* [Task prompt]: Using the records below, count the lines with "isOfWork" in them. Give the number only.

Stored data
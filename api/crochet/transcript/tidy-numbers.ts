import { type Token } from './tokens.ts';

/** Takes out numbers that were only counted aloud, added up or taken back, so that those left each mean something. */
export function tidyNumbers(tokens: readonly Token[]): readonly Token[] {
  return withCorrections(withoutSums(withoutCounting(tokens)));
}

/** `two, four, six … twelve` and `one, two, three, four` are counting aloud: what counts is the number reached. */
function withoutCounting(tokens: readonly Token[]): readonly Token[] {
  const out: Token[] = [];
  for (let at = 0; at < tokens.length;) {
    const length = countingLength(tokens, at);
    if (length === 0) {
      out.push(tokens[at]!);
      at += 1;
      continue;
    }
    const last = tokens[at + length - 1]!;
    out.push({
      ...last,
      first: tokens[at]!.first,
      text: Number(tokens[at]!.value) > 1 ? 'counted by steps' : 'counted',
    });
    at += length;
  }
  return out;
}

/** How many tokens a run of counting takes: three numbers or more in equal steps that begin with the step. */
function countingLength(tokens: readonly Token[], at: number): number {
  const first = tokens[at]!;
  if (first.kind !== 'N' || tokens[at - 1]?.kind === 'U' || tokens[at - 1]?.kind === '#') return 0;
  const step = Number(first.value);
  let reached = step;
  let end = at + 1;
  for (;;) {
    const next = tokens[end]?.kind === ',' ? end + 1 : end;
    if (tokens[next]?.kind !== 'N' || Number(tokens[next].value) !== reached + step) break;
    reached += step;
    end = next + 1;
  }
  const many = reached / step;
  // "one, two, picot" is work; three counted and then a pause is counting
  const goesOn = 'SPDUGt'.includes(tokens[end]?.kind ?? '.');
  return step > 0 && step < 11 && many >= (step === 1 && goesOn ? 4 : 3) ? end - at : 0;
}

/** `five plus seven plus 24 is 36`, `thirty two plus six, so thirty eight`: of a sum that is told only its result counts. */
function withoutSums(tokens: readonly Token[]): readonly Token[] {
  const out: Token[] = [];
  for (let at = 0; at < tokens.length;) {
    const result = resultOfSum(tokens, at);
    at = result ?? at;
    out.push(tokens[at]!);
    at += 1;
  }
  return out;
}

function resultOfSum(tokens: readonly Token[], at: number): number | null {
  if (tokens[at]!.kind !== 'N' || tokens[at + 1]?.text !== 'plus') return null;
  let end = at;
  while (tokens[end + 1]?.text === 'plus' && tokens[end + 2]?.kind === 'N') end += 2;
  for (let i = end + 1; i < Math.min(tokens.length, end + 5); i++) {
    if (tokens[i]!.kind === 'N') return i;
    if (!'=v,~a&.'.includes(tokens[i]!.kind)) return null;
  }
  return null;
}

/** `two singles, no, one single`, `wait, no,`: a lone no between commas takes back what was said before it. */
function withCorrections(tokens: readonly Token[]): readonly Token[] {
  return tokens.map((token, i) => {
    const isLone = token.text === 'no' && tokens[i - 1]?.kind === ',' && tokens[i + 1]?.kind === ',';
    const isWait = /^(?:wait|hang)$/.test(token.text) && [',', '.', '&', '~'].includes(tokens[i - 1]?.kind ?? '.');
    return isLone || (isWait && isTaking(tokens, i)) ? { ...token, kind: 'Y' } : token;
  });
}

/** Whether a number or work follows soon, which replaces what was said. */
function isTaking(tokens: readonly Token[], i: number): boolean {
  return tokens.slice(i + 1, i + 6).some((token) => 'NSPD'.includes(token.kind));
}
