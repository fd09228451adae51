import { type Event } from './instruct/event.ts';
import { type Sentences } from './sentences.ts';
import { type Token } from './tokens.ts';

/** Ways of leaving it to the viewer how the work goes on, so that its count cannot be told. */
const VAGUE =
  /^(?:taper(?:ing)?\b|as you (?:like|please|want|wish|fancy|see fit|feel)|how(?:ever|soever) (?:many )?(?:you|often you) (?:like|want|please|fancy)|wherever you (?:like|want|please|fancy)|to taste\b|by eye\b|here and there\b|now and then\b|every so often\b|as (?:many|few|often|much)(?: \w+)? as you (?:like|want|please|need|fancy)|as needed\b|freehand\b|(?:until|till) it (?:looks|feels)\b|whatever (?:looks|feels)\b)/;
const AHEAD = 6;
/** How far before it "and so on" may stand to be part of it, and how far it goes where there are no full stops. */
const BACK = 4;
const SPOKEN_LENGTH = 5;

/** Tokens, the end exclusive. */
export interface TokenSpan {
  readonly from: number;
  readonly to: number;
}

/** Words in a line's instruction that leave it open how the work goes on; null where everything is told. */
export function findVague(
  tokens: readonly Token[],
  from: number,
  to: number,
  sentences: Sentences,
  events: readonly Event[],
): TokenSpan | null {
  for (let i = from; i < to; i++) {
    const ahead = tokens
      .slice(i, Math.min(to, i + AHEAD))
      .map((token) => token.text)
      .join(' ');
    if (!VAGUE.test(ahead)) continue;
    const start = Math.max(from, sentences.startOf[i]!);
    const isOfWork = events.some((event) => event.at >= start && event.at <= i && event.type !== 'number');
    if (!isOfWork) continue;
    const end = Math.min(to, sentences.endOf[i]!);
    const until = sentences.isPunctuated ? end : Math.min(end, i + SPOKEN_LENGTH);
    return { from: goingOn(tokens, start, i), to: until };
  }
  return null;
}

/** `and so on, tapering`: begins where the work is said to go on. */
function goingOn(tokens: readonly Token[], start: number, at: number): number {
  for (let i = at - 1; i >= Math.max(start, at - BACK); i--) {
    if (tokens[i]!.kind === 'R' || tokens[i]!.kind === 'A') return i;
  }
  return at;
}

* [Worked solution]: 2